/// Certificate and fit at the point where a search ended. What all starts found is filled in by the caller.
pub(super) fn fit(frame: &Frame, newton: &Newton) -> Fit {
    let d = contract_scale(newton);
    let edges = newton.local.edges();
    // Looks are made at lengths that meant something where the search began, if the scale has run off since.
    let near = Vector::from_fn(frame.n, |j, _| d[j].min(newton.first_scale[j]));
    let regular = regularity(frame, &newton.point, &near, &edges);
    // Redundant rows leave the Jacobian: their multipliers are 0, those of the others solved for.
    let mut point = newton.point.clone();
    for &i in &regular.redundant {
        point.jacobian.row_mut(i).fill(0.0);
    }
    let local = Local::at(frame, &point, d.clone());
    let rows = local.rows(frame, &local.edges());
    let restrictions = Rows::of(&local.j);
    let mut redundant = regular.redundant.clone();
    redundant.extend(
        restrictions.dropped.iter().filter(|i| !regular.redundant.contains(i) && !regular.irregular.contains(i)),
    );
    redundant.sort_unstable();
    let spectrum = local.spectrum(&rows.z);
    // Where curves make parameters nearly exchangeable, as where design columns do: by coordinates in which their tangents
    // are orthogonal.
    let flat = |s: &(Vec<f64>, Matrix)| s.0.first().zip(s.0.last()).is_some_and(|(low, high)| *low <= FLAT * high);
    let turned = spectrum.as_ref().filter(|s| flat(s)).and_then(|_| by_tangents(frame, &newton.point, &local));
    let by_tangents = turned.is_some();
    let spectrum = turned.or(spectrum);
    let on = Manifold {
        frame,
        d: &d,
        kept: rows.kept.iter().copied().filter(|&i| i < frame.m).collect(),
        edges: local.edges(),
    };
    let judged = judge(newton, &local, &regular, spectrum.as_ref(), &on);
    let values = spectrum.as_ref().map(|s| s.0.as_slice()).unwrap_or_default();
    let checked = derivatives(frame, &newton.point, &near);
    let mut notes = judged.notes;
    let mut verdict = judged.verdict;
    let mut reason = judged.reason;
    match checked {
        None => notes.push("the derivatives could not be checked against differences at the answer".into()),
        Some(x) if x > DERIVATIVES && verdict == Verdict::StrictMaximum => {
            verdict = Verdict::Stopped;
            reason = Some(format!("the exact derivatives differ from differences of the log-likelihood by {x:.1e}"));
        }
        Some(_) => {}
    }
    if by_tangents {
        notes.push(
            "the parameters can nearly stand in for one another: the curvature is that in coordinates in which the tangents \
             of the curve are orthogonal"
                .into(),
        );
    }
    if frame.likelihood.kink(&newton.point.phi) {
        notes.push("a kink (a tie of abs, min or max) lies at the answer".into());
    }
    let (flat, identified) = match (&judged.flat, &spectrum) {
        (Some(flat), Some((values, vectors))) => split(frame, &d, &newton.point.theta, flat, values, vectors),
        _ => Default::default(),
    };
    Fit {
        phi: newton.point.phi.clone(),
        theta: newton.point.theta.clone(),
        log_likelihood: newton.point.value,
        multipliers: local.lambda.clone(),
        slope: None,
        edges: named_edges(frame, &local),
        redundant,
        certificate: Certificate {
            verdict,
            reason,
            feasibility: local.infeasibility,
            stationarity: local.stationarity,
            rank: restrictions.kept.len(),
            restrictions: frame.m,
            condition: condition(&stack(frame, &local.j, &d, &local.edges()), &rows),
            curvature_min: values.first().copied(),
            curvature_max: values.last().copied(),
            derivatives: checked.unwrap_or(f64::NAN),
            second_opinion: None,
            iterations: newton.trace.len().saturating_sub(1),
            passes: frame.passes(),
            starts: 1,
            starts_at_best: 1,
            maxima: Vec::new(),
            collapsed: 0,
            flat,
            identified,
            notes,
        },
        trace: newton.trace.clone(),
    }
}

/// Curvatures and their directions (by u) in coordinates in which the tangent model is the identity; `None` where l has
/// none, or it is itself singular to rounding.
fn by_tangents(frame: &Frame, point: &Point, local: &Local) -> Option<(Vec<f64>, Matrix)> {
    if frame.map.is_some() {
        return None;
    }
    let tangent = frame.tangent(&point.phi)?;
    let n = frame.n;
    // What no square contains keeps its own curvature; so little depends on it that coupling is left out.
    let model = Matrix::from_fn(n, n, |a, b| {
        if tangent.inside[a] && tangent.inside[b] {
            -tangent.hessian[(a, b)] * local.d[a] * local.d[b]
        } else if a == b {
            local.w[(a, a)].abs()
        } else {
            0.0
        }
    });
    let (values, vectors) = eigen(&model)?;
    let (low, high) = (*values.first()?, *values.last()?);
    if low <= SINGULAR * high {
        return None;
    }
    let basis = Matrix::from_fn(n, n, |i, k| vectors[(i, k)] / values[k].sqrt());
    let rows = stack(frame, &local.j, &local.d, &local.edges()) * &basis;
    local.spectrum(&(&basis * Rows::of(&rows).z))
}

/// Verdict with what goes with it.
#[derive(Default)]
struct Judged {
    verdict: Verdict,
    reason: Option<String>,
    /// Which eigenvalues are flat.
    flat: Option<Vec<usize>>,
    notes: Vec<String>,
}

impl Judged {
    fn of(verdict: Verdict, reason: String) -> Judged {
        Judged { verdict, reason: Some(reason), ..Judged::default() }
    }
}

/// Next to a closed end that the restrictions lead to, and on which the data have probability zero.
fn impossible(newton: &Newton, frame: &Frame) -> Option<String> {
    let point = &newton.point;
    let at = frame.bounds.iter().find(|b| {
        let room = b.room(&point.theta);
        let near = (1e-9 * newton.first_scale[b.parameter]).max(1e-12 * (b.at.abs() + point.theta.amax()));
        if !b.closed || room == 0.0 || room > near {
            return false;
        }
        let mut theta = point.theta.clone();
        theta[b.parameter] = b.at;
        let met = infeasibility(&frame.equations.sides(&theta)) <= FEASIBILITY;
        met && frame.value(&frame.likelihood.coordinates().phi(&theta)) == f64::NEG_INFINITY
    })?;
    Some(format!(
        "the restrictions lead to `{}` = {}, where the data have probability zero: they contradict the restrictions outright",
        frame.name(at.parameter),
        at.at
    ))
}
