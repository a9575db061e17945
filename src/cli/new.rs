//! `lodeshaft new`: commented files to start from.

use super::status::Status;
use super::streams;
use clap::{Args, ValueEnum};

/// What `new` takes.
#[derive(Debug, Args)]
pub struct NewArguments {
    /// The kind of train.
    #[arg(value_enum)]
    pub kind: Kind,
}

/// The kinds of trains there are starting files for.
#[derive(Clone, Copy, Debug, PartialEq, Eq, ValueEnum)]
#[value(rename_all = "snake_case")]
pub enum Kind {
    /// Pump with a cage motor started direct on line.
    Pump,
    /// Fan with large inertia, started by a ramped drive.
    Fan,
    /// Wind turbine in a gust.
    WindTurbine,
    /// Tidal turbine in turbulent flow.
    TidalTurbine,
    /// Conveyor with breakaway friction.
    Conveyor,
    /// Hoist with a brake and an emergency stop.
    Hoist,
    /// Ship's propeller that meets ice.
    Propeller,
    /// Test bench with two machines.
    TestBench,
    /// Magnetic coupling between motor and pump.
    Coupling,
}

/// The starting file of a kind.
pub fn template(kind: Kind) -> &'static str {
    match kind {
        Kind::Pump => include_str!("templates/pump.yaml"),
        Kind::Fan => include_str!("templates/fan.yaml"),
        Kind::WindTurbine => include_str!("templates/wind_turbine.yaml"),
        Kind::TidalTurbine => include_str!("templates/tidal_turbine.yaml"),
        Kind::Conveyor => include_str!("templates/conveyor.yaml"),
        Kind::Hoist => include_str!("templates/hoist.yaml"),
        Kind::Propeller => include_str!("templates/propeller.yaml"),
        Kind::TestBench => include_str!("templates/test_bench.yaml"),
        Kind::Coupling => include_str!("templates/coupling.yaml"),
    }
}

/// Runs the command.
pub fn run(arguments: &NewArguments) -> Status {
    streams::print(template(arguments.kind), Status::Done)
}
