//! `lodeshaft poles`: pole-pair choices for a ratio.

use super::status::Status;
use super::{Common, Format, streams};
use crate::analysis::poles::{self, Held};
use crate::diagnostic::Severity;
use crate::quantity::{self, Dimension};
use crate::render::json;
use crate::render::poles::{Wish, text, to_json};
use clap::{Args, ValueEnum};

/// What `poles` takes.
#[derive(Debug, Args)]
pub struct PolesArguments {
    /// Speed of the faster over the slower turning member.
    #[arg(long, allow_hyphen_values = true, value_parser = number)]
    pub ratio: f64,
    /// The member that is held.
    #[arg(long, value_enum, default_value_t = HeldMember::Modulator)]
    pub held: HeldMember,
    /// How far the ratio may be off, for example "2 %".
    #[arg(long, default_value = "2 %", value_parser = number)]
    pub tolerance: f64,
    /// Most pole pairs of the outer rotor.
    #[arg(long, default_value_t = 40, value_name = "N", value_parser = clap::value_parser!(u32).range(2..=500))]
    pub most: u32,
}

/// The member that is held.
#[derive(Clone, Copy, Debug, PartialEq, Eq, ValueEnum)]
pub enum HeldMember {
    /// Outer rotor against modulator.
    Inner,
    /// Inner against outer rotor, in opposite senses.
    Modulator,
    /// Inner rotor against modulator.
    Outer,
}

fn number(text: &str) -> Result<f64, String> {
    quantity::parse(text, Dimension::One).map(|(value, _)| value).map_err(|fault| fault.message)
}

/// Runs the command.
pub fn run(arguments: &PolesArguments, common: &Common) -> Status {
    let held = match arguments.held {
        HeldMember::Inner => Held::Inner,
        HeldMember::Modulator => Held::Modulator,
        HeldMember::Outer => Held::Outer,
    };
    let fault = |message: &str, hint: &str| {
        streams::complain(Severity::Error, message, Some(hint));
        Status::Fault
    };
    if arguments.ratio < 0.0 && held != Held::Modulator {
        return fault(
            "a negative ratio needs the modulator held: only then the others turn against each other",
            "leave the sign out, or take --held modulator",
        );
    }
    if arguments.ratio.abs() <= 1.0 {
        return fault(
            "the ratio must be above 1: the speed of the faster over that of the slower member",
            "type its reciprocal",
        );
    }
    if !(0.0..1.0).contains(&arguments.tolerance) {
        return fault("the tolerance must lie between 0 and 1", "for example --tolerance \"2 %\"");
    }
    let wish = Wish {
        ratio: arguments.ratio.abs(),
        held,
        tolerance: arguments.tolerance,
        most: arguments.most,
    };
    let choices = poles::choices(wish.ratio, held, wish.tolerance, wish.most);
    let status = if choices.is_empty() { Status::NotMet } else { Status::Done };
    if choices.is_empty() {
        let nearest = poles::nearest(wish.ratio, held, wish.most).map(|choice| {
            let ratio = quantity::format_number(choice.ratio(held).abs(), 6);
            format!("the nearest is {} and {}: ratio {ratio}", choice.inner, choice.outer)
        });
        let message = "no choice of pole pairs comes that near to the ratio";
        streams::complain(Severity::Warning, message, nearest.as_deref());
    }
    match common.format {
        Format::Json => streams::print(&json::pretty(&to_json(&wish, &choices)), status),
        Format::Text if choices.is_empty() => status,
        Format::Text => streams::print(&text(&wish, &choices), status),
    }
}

+--

* HOW TO COMPLETE THIS TASK
Filter the listing above so that only lines holding the word "quantity" remain, and report those lines.

* TASK ANSWER
use crate::quantity::{self, Dimension};
    quantity::parse(text, Dimension::One).map(|(value, _)| value).map_err(|fault| fault.message)
            let ratio = quantity::format_number(choice.ratio(held).abs(), 6);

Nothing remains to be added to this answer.